Some biotech investors are also closely following Sutro, which controversially claims that its lead asset, the anti-FRα ADC luveltamab tazevibulin, can hit twice as many ovarian cancer patients as Elahere – US accelerated approval limits Elahere’s ovarian cancer label to patients who are FRα positive.
Luvelta’s commercial path is via an accelerated approval, and Sutro hopes to start a registrational trial this quarter. However, this strategy depends crucially on Elahere, whose own confirmatory trial, Mirasol, has hit the required number of PFS events and is due to read out in May. If this results in full approval for Elahere the accelerated pathway would likely close for luvelta.
| Antibody-drug conjugates targeting folate receptor alpha | |||
|---|---|---|---|
| Project | Company | ADC payload | Status |
| Elahere (mirvetuximab soravtansine) | Immunogen | DM4 maytansinoid (microtubule inhibitor) | Accelerated approval for 2nd to 4th-line FRα +ve ovarian cancer |
| Farletuzumab ecteribulin (MORAb-202) | Bristol Myers Squibb/ Eisai | Eribulin (microtubule inhibitor) | Ph2 ovarian & NSCLC (FRα unselected) |
| ELU001 | Elucida | Exatecan "C'dot" | Ph1/2 in FRα overexpressing solid tumours |
| PRO1184 | Profoundbio | Exatecan (topo I inhibitor) | First ph1/2 (FRα unselected solid tumours) patient dosed Q4 2022 |
| IMGN151 | Immunogen | DM4 maytansinoid (microtubule inhibitor) | First ph1 (FRα unselected ovarian cancer) patient dosed Jan 2023 |
| Luveltamab tazevibulin (STRO-002) | Sutro Biopharma | Hemiasterlin (microtubule inhibitor) | Ph1 in ovarian cancer with minimum level of FRα expression |
| BAT8006 | Bio-Thera Solutions | Exatecan (topo I inhibitor) | Ph1 in FRα unselected solid tumours |
| AMT-151 | Multitude Therapeutics | Unclear | Ph1 in FRα unselected solid tumours |
| ZW191 | Zymeworks | Camptothecin (topo I inhibitor) | Preclinical, IND filing 2024 |
| MBK-103 | Mablink | Exatecan (topo I inhibitor) | Preclinical, AACR poster |
| AZD5335 | Astrazeneca | Topoisomerase I inhibitor | Preclinical, AACR poster |
| Source: clinicaltrials.gov & company disclosures. | |||
The World ADC meeting was timely not only because of the resurgence of FRα but also because ADCs were put firmly back on the agenda by Monday’s $43bn takeover of Seagen by Pfizer.

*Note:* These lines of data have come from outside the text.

"""Computing per-row values from cell series: source blocks, nearest-valid search.

:func:`compute_values` walks the sources in blocks (so memory stays bounded however
many rows there are), builds each block's source series from the cell series, and
applies the statistic to every row of the block at once. :func:`nearest_valid`
implements the ``nearest-valid:Dkm`` rule, where "valid" means having data in the
row's own window with at least the minimum coverage.
"""

from __future__ import annotations

import warnings
from collections.abc import Iterator

import numpy as np
import xarray as xr

from envlink.errors import InputError
from envlink.extract.flags import RowFlags
from envlink.extract.options import StatSpec
from envlink.extract.reader import read_cells, read_cells_near_gaps
from envlink.extract.sources import Sources
from envlink.extract.spatial import GridGeometry
from envlink.extract.stats import (
    Spans,
    Steps,
    climatology,
    dhw_series,
    monthly_climatology,
    window_stat,
)
from envlink.geo import EARTH_RADIUS_KM, cell_edges

__all__ = ["compute_values", "nearest_valid", "coverage"]

_BLOCK_ELEMENTS = 2_000_000
_KM_PER_DEG = np.pi * EARTH_RADIUS_KM / 180.0


def _sub(sp: Spans, r: np.ndarray) -> Spans:
    return Spans(sp.i0[r], sp.i1[r], sp.ov0[r], sp.ov1[r], sp.days[r], sp.has[r])


def _blocks(row_src: np.ndarray, nsrc: int, nt: int) -> Iterator[tuple[int, int, np.ndarray]]:
    """Yield (first source, end source, rows) for blocks of sources."""
    per = max(1, _BLOCK_ELEMENTS // max(nt, 1))
    rows = np.nonzero(row_src >= 0)[0]
    order = rows[np.argsort(row_src[rows], kind="stable")]
    srcs = row_src[order]
    for a in range(0, nsrc, per):
        b = min(a + per, nsrc)
        lo, hi = np.searchsorted(srcs, a, "left"), np.searchsorted(srcs, b, "left")
        if hi > lo:
            yield a, b, order[lo:hi]


def coverage(X: np.ndarray, steps: Steps, row_x: np.ndarray, sp: Spans) -> np.ndarray:
    """Fraction of each row's window days with data in cell series ``X[row_x]``."""
    out = np.zeros(row_x.size)
    length = np.asarray(steps.length, dtype=np.float64)
    for a, b, rows in _blocks(row_x, X.shape[0], X.shape[1]):
        valid = np.isfinite(X[a:b])
        s = _sub(sp, rows)
        src = row_x[rows] - a
        # days with data: the cumulative sum of (valid x step length), as _wsum does with
        # q = valid, b = length, but with one float64 temporary instead of three
        cum = np.zeros((b - a, X.shape[1] + 1), dtype=np.float64)
        np.cumsum(np.where(valid, length[None, :], 0.0), axis=1, out=cum[:, 1:])
        i0, i1 = s.i0, s.i1
        inner = np.where(i1 > i0 + 1, cum[src, i1] - cum[src, np.minimum(i0 + 1, i1)], 0.0)
        first = s.ov0 * valid[src, i0]
        last = np.where(i1 > i0, s.ov1 * valid[src, i1], 0.0)
        out[rows] = np.where(s.has, inner + first + last, 0.0) / s.days
    return np.where(sp.has, out, 0.0)


def _source_series(X: np.ndarray, xrow: np.ndarray, srcs: Sources, a: int, b: int) -> np.ndarray:
    p0, p1 = srcs.ptr[a], srcs.ptr[b]
    if srcs.single:
        return X[xrow[p0:p1]].astype(np.float64)
    from scipy import sparse

    used, local = np.unique(xrow[p0:p1], return_inverse=True)
    counts = np.diff(srcs.ptr[a : b + 1])
    rows = np.repeat(np.arange(b - a), counts)
    W = sparse.csr_matrix((srcs.weights[p0:p1], (rows, local.ravel())), shape=(b - a, used.size))
    Xs = X[used].astype(np.float64)
    valid = np.isfinite(Xs)
    num = W @ np.where(valid, Xs, 0.0)
    den = W @ valid.astype(np.float64)
    with np.errstate(invalid="ignore", divide="ignore"):
        return np.where(den > 0, num / den, np.nan)


def _mmm_from_grid(mmm: xr.DataArray, lat: np.ndarray, lon: np.ndarray) -> np.ndarray:
    da = mmm.squeeze([d for d in mmm.dims if d not in ("lat", "lon") and mmm.sizes[d] == 1], drop=True)
    if set(da.dims) != {"lat", "lon"}:
        raise InputError(f"The mmm climatology must have dims (lat, lon); got {tuple(mmm.dims)}.")
    pick = da.sel(lat=xr.DataArray(lat, dims="p"), lon=xr.DataArray(lon, dims="p"), method="nearest")
    values = np.asarray(pick.values, dtype=np.float64)
    # a cell outside the climatology's extent gets no MMM (never the edge value)
    la_e = cell_edges(np.sort(np.asarray(da["lat"].values, dtype=np.float64)))
    lo_e = cell_edges(np.sort(np.asarray(da["lon"].values, dtype=np.float64)))
    span = lo_e[-1] - lo_e[0]
    inside_lon = np.ones(lon.shape, bool) if span >= 360.0 - 1e-6 else (lon >= lo_e[0]) & (lon <= lo_e[-1])
    inside = (lat >= la_e[0]) & (lat <= la_e[-1]) & inside_lon
    return np.where(inside, values, np.nan)


def compute_values(
    X: np.ndarray,
    xrow: np.ndarray,
    srcs: Sources,
    steps: Steps,
    spans: Spans,
    st: StatSpec,
    weights: str,
    in_base: np.ndarray,
    mmm: float | xr.DataArray | None,
    geom: GridGeometry,
    rule: str,
) -> tuple[np.ndarray, np.ndarray, RowFlags]:
    """Value and coverage of every row (NaN / 0 where it has no source) and extra flags."""
    n = srcs.row_src.size
    value, cov = np.full(n, np.nan), np.zeros(n)
    extra = RowFlags(n)
    nsrc = srcs.ptr.size - 1
    if st.kind == "anomaly":
        keys = steps.month - 1 if steps.monthly else (steps.month - 1) * 31 + steps.day - 1
        nkeys = 12 if steps.monthly else 372
    for a, b, rows in _blocks(srcs.row_src, nsrc, X.shape[1]):
        S = _source_series(X, xrow, srcs, a, b)
        loc = srcs.row_src[rows] - a
        sp = _sub(spans, rows)
        kind = st.kind
        if kind == "anomaly":
            clim = climatology(S, keys, nkeys, in_base)
            v, c = window_stat(S - clim[:, keys], steps, loc, sp, "mean", weights=weights)
        elif kind in ("mmm", "dhw-max"):
            if kind == "dhw-max" and isinstance(mmm, float):
                m = np.full(b - a, mmm)
            elif kind == "dhw-max" and isinstance(mmm, xr.DataArray):
                rep = srcs.cells[srcs.ptr[a:b]]
                la, lo = geom.cell_latlon(rep)
                m = _mmm_from_grid(mmm, la, lo)
            else:
                with warnings.catch_warnings():
                    warnings.simplefilter("ignore", RuntimeWarning)
                    m = np.nanmax(monthly_climatology(S, steps, in_base), axis=1)
            if kind == "mmm":
                _, c = window_stat(S, steps, loc, sp, "sum", weights=weights)
                v = m[loc]
            else:
                v, c = window_stat(dhw_series(S, m), steps, loc, sp, "max", weights=weights)
                no_mmm = ~np.isfinite(m[loc])
                v = np.where(no_mmm, np.nan, v)
                extra.add(rows[no_mmm & (c > 0)], "no_mmm")
        else:
            v, c = window_stat(S, steps, loc, sp, kind, weights=weights, q=st.q, threshold=st.threshold)
        value[rows], cov[rows] = v, c
        if rule == "bilinear":
            base = srcs.ptr[srcs.row_src[rows]]
            for k in range(4):
                ck = coverage(X, steps, xrow[base + k], sp)
                miss = (srcs.weights[base + k] > 0) & (ck < c - 1e-9)
                extra.add(rows[miss], "bilinear_missing_neighbour")
    return value, cov, extra


def _ranges(starts: np.ndarray, counts: np.ndarray) -> np.ndarray:
    """Concatenated ``arange(s, s + c)`` for each (start, count), without a Python loop.

    Examples
    --------
    >>> _ranges(np.array([5, 0, 9]), np.array([2, 0, 3])).tolist()
    [5, 6, 9, 10, 11]
    """
    counts = np.asarray(counts, dtype=np.int64)
    total = int(counts.sum())
    if total == 0:
        return np.array([], dtype=np.int64)
    first = np.cumsum(counts) - counts  # position of each range's first element
    return np.repeat(np.asarray(starts, dtype=np.int64) - first, counts) + np.arange(total, dtype=np.int64)


def _halo(geom: GridGeometry, lat: np.ndarray, km: float) -> tuple[int, int] | None:
    """Cells (rows, columns) within which a ``nearest-valid`` candidate can lie."""
    if geom.kind != "regular" or lat.size == 0:
        return None
    dlat = float(np.min(np.diff(geom.lat_edges))) * _KM_PER_DEG
    dlon = float(np.min(np.diff(geom.lon_edges))) * _KM_PER_DEG
    reach = km + np.hypot(dlat, dlon)
    coslat = max(np.cos(np.radians(min(float(np.nanmax(np.abs(lat))) + reach / _KM_PER_DEG, 89.0))), 1e-3)
    return int(np.ceil(reach / dlat)), int(min(np.ceil(reach / (dlon * coslat)), geom.shape[1]))


def nearest_valid(
    grid: xr.DataArray,
    geom: GridGeometry,
    steps: Steps,
    spans: Spans,
    srcs: Sources,
    lat: np.ndarray,
    lon: np.ndarray,
    active: np.ndarray,
    km: float,
    min_cov: float,
    flags: RowFlags,
    show: bool | None,
) -> tuple[np.ndarray, Sources]:
    """Read cells and choose, per row, the nearest cell with data in its window.

    The row's own (nearest) cell is kept when its coverage reaches ``min_cov`` (and
    is above zero); otherwise the cells whose centres lie within ``km`` are tried in
    order of distance. Cells known to hold no data at any step are skipped unread.
    """
    from envlink.extract.attach import _progress

    thr = max(min_cov, 1e-9)
    any_valid = np.full(geom.shape, -1, dtype=np.int8)
    halo = _halo(geom, lat[active], km)
    with _progress(show, lat.size, srcs.cells.size, "attach: reading cells") as bar:
        X, spare_cells, spare_X = read_cells_near_gaps(
            grid, srcs.cells, progress=bar.update, any_valid=any_valid, halo=halo
        )
    cells = srcs.cells.copy()
    row_x = srcs.row_src.copy()
    cov0 = coverage(X, steps, row_x, spans)
    fail = active & ((row_x < 0) | (cov0 < thr))
    row_cell, row_dist = srcs.row_cell.copy(), srcs.row_dist.copy()
    if fail.any():
        fr = np.nonzero(fail)[0]
        key = np.column_stack([lat[fr], lon[fr]])
        usite, inv = np.unique(key, axis=0, return_inverse=True)
        inv = inv.ravel()
        ptr, cand, dist = geom.within(usite[:, 0], usite[:, 1], km)
        flat_valid = any_valid.ravel()
        keep = flat_valid[cand] != 0
        new = np.setdiff1d(cand[keep], cells)
        # candidates already gathered with the first read (near cells lacking data)
        have = np.isin(new, spare_cells)
        parts, part_cells = [X], [cells]
        if have.any():
            o = np.argsort(spare_cells)
            parts.append(spare_X[o[np.searchsorted(spare_cells[o], new[have])]])
            part_cells.append(new[have])
        rest = new[~have]
        if rest.size:
            with _progress(show, lat.size, rest.size, "attach: reading candidate cells") as bar:
                parts.append(read_cells(grid, rest, progress=bar.update))
            part_cells.append(rest)
        del spare_X
        if len(parts) > 1:  # one copy of the (large) cell series, not one per part
            X, cells = np.concatenate(parts, axis=0), np.concatenate(part_cells)
        del parts
        order = np.argsort(cells, kind="stable")
        # candidate pairs (row, cell) in order of distance, skipping known-empty cells
        counts = np.diff(ptr)
        starts = ptr[:-1]
        pr = np.repeat(fr, counts[inv])
        pos = _ranges(starts[inv], counts[inv])
        ok = keep[pos]
        pr, pos = pr[ok], pos[ok]
        px = order[np.searchsorted(cells[order], cand[pos])]
        # coverage of the candidate pairs from their own cells only (not all of X)
        upx, lpx = np.unique(px, return_inverse=True)
        pcov = coverage(X[upx], steps, lpx.ravel(), _sub(spans, pr))
        good = pcov >= thr
        # pairs are in row order, each row's candidates by distance: first good one wins
        gr, first = np.unique(pr[good], return_index=True)
        gx, gp = px[good][first], pos[good][first]
        ok_rows = np.isin(fr, gr)
        row_x[gr], row_cell[gr], row_dist[gr] = gx, cells[gx], dist[gp]
        missing = fr[~ok_rows]
        row_x[missing] = -1
        moved_mask = srcs.row_cell[gr] != cells[gx]
        moved = gr[moved_mask]
        moved_code = [f"nearest_valid_{int(round(float(d)))}km" for d in dist[gp][moved_mask]]
        missing_a = np.asarray(missing, dtype=np.int64)
        flags.add(missing_a[srcs.row_cell[missing_a] < 0], "outside_grid")
        flags.add(missing_a, f"no_valid_cell_within_{km:g}km")
        flags.add(np.asarray(moved, dtype=np.int64), np.asarray(moved_code, dtype=object))
    out = Sources(np.arange(cells.size + 1), cells, np.ones(cells.size), row_x, row_cell, row_dist, RowFlags(lat.size))
    return X, out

And it was Profoundbio, a private Seattle-based biotech founded by former Seagen employees, that claimed “potential best-in-class” status for its anti-FRα ADC PRO1184. This uses a novel linker to reduce toxicity and widen the therapeutic window, and has a drug-to-MAb ratio of eight, enabling increased payload delivery per internalisation.

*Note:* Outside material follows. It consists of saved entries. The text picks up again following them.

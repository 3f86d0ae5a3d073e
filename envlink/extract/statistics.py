"""The statistics of ``attach`` (``stat=`` / ``--stat``): one object per statistic, one registry.

:data:`STATISTICS` maps each name to a :class:`Statistic` holding everything about it:
its argument (``quantile:Q``, ``above:T``), its units rule, whether it needs a
baseline or daily data, whether it takes a threshold, and its computation over a
block of source series. The Python API, the command line, the project file and
the docs read this registry; adding a statistic means adding one object here.
The array kernels live in :mod:`envlink.extract.stats`.

Examples
--------
>>> STATISTICS.parse("Quantile:.5").label(), STATISTICS.parse("above:29").label()
('quantile:0.5', 'above:29')
>>> STATISTICS["dhw-max"].obj.needs_daily, STATISTICS["anomaly"].obj.needs_baseline
(True, True)
"""

from __future__ import annotations

import warnings
from dataclasses import dataclass
from typing import TYPE_CHECKING, Any

import numpy as np

from envlink.core.registry import Arg, Choice, Entry, Registry
from envlink.errors import InputError, param_error
from envlink.extract import climate
from envlink.extract import stats as k

if TYPE_CHECKING:
    from envlink.core.flags import RowFlags
    from envlink.extract.plan import Block, ExtractionPlan

__all__ = ["Statistic", "STATISTICS", "parse_statistic"]

CALLER = "attach"


@dataclass(frozen=True)
class Statistic:
    """A window statistic: its facts and its computation.

    Attributes
    ----------
    name, summary : str
        The registered name and its one-line description.
    kernel : callable, optional
        The window kernel of :mod:`envlink.extract.stats` it applies.
    arg : Arg, optional
        Its argument after a colon.
    units : str
        Units of the result, ``{u}`` standing for the grid's units.
    needs_baseline : bool
        Reads the baseline (``baseline=``).
    needs_daily : bool
        Needs a daily grid.
    takes_threshold : bool
        Its argument is a threshold T, which ``threshold=`` may give instead.
    takes_mmm : bool
        Reads a maximum monthly mean given by ``mmm=`` (else from the baseline).
    whole_baseline : bool
        Computed over the baseline, not each row's window (rows need no period).
    """

    name: str
    summary: str
    kernel: k.Kernel | None = None
    arg: Arg | None = None
    units: str = "{u}"
    needs_baseline: bool = False
    needs_daily: bool = False
    takes_threshold: bool = False
    takes_mmm: bool = False
    whole_baseline: bool = False

    def entry(self) -> Entry[Statistic]:
        """The registry entry of this statistic (``info`` says whether it reads the baseline)."""
        return Entry(self.name, self.summary, obj=self, arg=self.arg,
                     info={"needs_baseline": self.needs_baseline, "units": self.units})

    def units_of(self, grid_units: str) -> str:
        """Units of the values for a grid in ``grid_units``.

        Examples
        --------
        >>> STATISTICS["degree-days"].obj.units_of("degC")
        'degC day'
        """
        return self.units.format(u=grid_units)

    def compute(self, S: np.ndarray, plan: ExtractionPlan, blk: Block, arg: Any) -> tuple[np.ndarray, np.ndarray]:
        """Value and coverage of each row of ``blk`` from its sources' series ``S``."""
        if self.kernel is None:  # a statistic without a window kernel defines its own compute()
            raise TypeError(f"The statistic {self.name!r} has no window kernel and no compute() of its own.")
        return k.window_stat(S, plan.steps, blk.loc, blk.sp, self.kernel, arg, weights=plan.time_weights)

    def explain_no_data(self, plan: ExtractionPlan, X: np.ndarray, xrow: np.ndarray,
                        no_data: np.ndarray, flags: RowFlags) -> np.ndarray:
        """Flag rows without a value for a reason of this statistic; return the rest."""
        return no_data

    def final_flags(self, plan: ExtractionPlan, flags: RowFlags) -> None:
        """Add the statistic's own closing QA codes."""


def _baseline_mmm(S: np.ndarray, plan: ExtractionPlan) -> np.ndarray:
    """Each source's maximum monthly mean over the baseline (NaN without data)."""
    with warnings.catch_warnings():
        warnings.simplefilter("ignore", RuntimeWarning)
        return np.nanmax(climate.monthly_climatology(S, plan.steps, plan.in_base), axis=1)


@dataclass(frozen=True)
class _Anomaly(Statistic):
    def compute(self, S: np.ndarray, plan: ExtractionPlan, blk: Block, arg: Any) -> tuple[np.ndarray, np.ndarray]:
        steps = plan.steps
        keys = steps.month - 1 if steps.monthly else (steps.month - 1) * 31 + steps.day - 1
        clim = climate.climatology(S, keys, 12 if steps.monthly else 372, plan.in_base)
        return k.window_stat(S - clim[:, keys], steps, blk.loc, blk.sp, k.window_mean, weights=plan.time_weights)

    def explain_no_data(self, plan: ExtractionPlan, X: np.ndarray, xrow: np.ndarray,
                        no_data: np.ndarray, flags: RowFlags) -> np.ndarray:
        # the cell has data, but no step of the window has a baseline value for its
        # calendar month / day (e.g. 29 February against a baseline of common years)
        if not no_data.any():
            return no_data
        from dataclasses import replace

        from envlink.extract.compute import compute_values
        from envlink.extract.rules import SPATIAL_RULES

        plain = replace(plan, stat=STATISTICS.parse("mean"), spatial=SPATIAL_RULES.parse("nearest"), mmm=None)
        _, raw_cov, _ = compute_values(plain, X, xrow)
        no_base = no_data & (raw_cov > 0)
        flags.add(no_base, "no_baseline_in_window")
        return no_data & ~no_base


@dataclass(frozen=True)
class _MaxMonthlyMean(Statistic):
    def compute(self, S: np.ndarray, plan: ExtractionPlan, blk: Block, arg: Any) -> tuple[np.ndarray, np.ndarray]:
        m = _baseline_mmm(S, plan)
        _, c = k.window_stat(S, plan.steps, blk.loc, blk.sp, k.window_sum, weights=plan.time_weights)
        return m[blk.loc], c


@dataclass(frozen=True)
class _HeatStress(Statistic):
    def compute(self, S: np.ndarray, plan: ExtractionPlan, blk: Block, arg: Any) -> tuple[np.ndarray, np.ndarray]:
        if isinstance(plan.mmm, float):
            m = np.full(blk.b - blk.a, plan.mmm)
        elif plan.mmm is not None:  # a climatology grid, sampled at each source's cell
            srcs = plan.src
            la, lo = plan.geom.cell_latlon(srcs.cells[srcs.ptr[blk.a : blk.b]])
            m = mmm_from_grid(plan.mmm, la, lo)
        else:
            m = _baseline_mmm(S, plan)
        v, c = k.window_stat(climate.dhw_series(S, m), plan.steps, blk.loc, blk.sp, k.window_max, weights=plan.time_weights)
        no_mmm = ~np.isfinite(m[blk.loc])
        blk.flags.add(blk.rows[no_mmm & (c > 0)], "no_mmm")
        return np.where(no_mmm, np.nan, v), c

    def final_flags(self, plan: ExtractionPlan, flags: RowFlags) -> None:
        if plan.spans.has.any():
            short = plan.active & (plan.window_start - plan.steps.t0[0] < climate.DHW_DAYS - 1)
            flags.add(short, "dhw_short_history")


def mmm_from_grid(mmm: Any, lat: np.ndarray, lon: np.ndarray) -> np.ndarray:
    """The maximum monthly mean of a static climatology grid at the nearest cell (NaN outside it)."""
    import xarray as xr

    from envlink.geo import cell_edges

    da = mmm.squeeze([d for d in mmm.dims if d not in ("lat", "lon") and mmm.sizes[d] == 1], drop=True)
    if set(da.dims) != {"lat", "lon"}:
        raise InputError(f"The mmm climatology must have dims (lat, lon); got {tuple(mmm.dims)}.")
    pick = da.sel(lat=xr.DataArray(lat, dims="p"), lon=xr.DataArray(lon, dims="p"), method="nearest")
    values = np.asarray(pick.values, dtype=np.float64)
    # a cell outside the climatology's extent gets no MMM (never the edge value)
    la_e = cell_edges(np.sort(np.asarray(da["lat"].values, dtype=np.float64)))
    lo_e = cell_edges(np.sort(np.asarray(da["lon"].values, dtype=np.float64)))
    span = lo_e[-1] - lo_e[0]
    inside_lon = np.ones(lon.shape, bool) if span >= 360.0 - 1e-6 else (lon >= lo_e[0]) & (lon <= lo_e[-1])
    inside = (lat >= la_e[0]) & (lat <= la_e[-1]) & inside_lon
    return np.where(inside, values, np.nan)


_T = Arg.number("T", expected="T a threshold in the grid's units")

#: The statistics, in the order the docs list them.
STATISTICS: Registry[Statistic] = Registry("statistic", param="stat", caller=CALLER)
for _stat in (
    Statistic("mean", "the time-weighted mean over the steps with data", k.window_mean),
    Statistic("min", "the least value of the overlapping steps with data", k.window_min),
    Statistic("max", "the greatest value of the overlapping steps with data", k.window_max),
    Statistic("sum", "Σ f·v, f the fraction of each step's cell inside the window (1 under `equal` weights)",
              k.window_sum),
    Statistic("std", "the time-weighted population standard deviation (ddof = 0)", k.window_std),
    Statistic("quantile", "the linear-interpolation quantile Q (0 ≤ Q ≤ 1) of the overlapping steps "
              "(unweighted)", k.window_quantile, Arg.number("Q", low=0, high=1)),
    Statistic("above", "the fraction of the time-weighted window with a value above T", k.window_above, _T,
              units="1", takes_threshold=True),
    Statistic("degree-days", "Σ days·max(v − T, 0) over the window's days (whole steps under `equal`)",
              k.window_degree_days, _T, units="{u} day", takes_threshold=True),
    _Anomaly("anomaly", "the window mean of each value minus the baseline mean of its calendar month "
             "(calendar day for daily data)", needs_baseline=True),
    _MaxMonthlyMean("mmm", "the maximum monthly mean of the baseline climatology", needs_baseline=True,
                    whole_baseline=True),
    _HeatStress("dhw-max", "the window's maximum degree heating weeks (°C-weeks), from daily data",
                units="degC week", needs_baseline=True, needs_daily=True, takes_mmm=True),
):
    STATISTICS.add(_stat.entry())


def parse_statistic(stat: str | Choice[Statistic], threshold: float | None = None) -> Choice[Statistic]:
    """Read ``stat=`` with the optional ``threshold=`` of :func:`~envlink.extract.attach.attach`.

    ``threshold=T`` gives the T of ``above`` / ``degree-days`` written without ``:T``;
    with ``:T`` written too it must equal it, and no other statistic takes it.

    Examples
    --------
    >>> parse_statistic("above", threshold=29).label()
    'above:29'
    >>> parse_statistic("Degree_Days:28.0").label()
    'degree-days:28'
    """
    allowed = " or ".join(repr(e.name) for e in STATISTICS if e.obj is not None and e.obj.takes_threshold)
    t = None
    if threshold is not None:
        try:
            t = float(threshold)
        except (TypeError, ValueError):
            t = None
        if t is None or not np.isfinite(t):
            raise param_error("threshold", CALLER, "a finite number in the grid's units", threshold)
    if t is not None and isinstance(stat, str) and ":" not in stat and stat in STATISTICS:
        entry = STATISTICS[stat]
        if entry.obj is not None and entry.obj.takes_threshold:
            return Choice(entry, t)
    choice = STATISTICS.parse(stat)
    if t is not None and not (choice.entry.obj is not None and choice.entry.obj.takes_threshold):
        raise param_error("threshold", CALLER, f"given only with stat {allowed}", threshold)
    if t is not None and t != choice.value:
        raise param_error("threshold", CALLER, f"left out, or equal to the T of stat={stat!r}", threshold)
    return choice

A recently begun all-comers study at US and Chinese hospitals might have a trials-in-progress abstract at Asco, Profoundbio’s chief operating officer, Tae Han, told World ADC.
A similar claim was made by Gregory Adams, chief scientific officer of another private biotech, Elucida Oncology. Elucida’s ELU001 is an ADC using the company’s C’dot technology, which generates “ultra small” constructs that carry up to 10 times more targeting moieties and up to 10 times more payload than traditional ADCs.

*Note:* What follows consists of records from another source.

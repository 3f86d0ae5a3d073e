"""Reading one rectangle of a grid over all time steps: the work of one reader job.

:func:`read_rect` is what :mod:`envlink.extract.reader` runs for each tile, in this
process or in a reader process (:mod:`envlink.core.processes`), and what
:mod:`envlink.extract.cluster_read` runs as a task on a cluster's workers. It
imports nothing heavy itself: a reader process needs only the libraries of the grid.
"""

from __future__ import annotations

from typing import Any

import numpy as np

__all__ = ["read_rect", "multiprocessing_child"]

_TILE_BYTES = 32 * 2**20


def read_rect(
    rect: Any, ly: np.ndarray, lx: np.ndarray, dtype: type, ct: int, halo: tuple[int, int] | None
) -> tuple[np.ndarray, np.ndarray, np.ndarray, np.ndarray]:
    """Gather cells (ly, lx) of a rectangle (an ``xarray.DataArray``) over all time steps, in time slabs.

    With ``halo = (ky, kx)`` (and the rectangle read in one slab), also gathers every
    other cell with some data that lies within (ky, kx) cells of a cell lacking data
    at some step: the cells a ``nearest-valid`` search may need.
    """
    import contextlib

    nt = rect.shape[0]
    step_bytes = rect.shape[1] * rect.shape[2] * np.dtype(dtype).itemsize
    # time slabs (aligned to the time chunks) keep memory bounded on time-chunked files
    slab = max(ct, (_TILE_BYTES // max(step_bytes, 1)) // ct * ct)
    out: np.ndarray = np.empty((ly.size, nt), dtype=dtype)
    seen = np.zeros(rect.shape[1:], dtype=bool)
    ctx: contextlib.AbstractContextManager[object] = contextlib.nullcontext()
    if rect.chunks is not None and multiprocessing_child():
        import dask

        ctx = dask.config.set(scheduler="synchronous")
    ey = ex = np.array([], dtype=np.int64)
    extra: np.ndarray = np.empty((0, nt), dtype=dtype)
    block: np.ndarray = np.empty((0, 0, 0), dtype=dtype)
    finite: np.ndarray = np.empty((0, 0, 0), dtype=bool)
    with ctx:
        for t0 in range(0, nt, slab):
            block = np.asarray(rect.isel(time=slice(t0, t0 + slab)).values, dtype=dtype)
            out[:, t0 : t0 + block.shape[0]] = block[:, ly, lx].T
            finite = np.isfinite(block)
            seen |= finite.any(axis=0)
        if halo is not None and slab >= nt:
            near_gap = _dilate(np.asarray(~finite.all(axis=0)), halo[0], halo[1])
            want = near_gap & seen
            want[ly, lx] = False
            ey, ex = np.nonzero(want)
            extra = np.ascontiguousarray(block[:, ey, ex].T)
    return out, seen, np.stack([ey, ex]) if ey.size else np.zeros((2, 0), dtype=np.int64), extra


def _dilate(mask: np.ndarray, ky: int, kx: int) -> np.ndarray:
    """Cells within (ky, kx) rows / columns of a True cell (box dilation, integral image).

    Examples
    --------
    >>> _dilate(np.array([[False, False, False], [False, True, False]]), 0, 1).astype(int).tolist()
    [[0, 0, 0], [1, 1, 1]]
    """
    ny, nx = mask.shape
    ii = np.zeros((ny + 1, nx + 1), dtype=np.int64)
    np.cumsum(np.cumsum(mask, axis=0), axis=1, out=ii[1:, 1:])
    y0 = np.clip(np.arange(ny) - ky, 0, ny)
    y1 = np.clip(np.arange(ny) + ky + 1, 0, ny)
    x0 = np.clip(np.arange(nx) - kx, 0, nx)
    x1 = np.clip(np.arange(nx) + kx + 1, 0, nx)
    count = ii[y1][:, x1] - ii[y0][:, x1] - ii[y1][:, x0] + ii[y0][:, x0]
    return count > 0


def multiprocessing_child() -> bool:
    """True in a worker process of a pool."""
    import multiprocessing

    return multiprocessing.parent_process() is not None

Like PRO1184, ELU001 is claimed to have reduced toxicity and to target cancers not normally thought of as high-FRα expressing, for instance paediatric AML and brain tumours. A phase 1 trial has seen one confirmed partial response in an FRα-low endometrial cancer patient, among 14 treated, said Adams; data are possible at Esmo.
The potential for improved tolerability is a live issue given Elahere’s boxed warning of ocular toxicity, though in a separate World ADC session Immunogen’s medical director, Michael Method, said this could increasingly be mitigated with steroid eye drops. Nevertheless, “we hope others can improve on Elahere just like we’re trying to do with IMGN151”, he said.
The table in this story has been updated.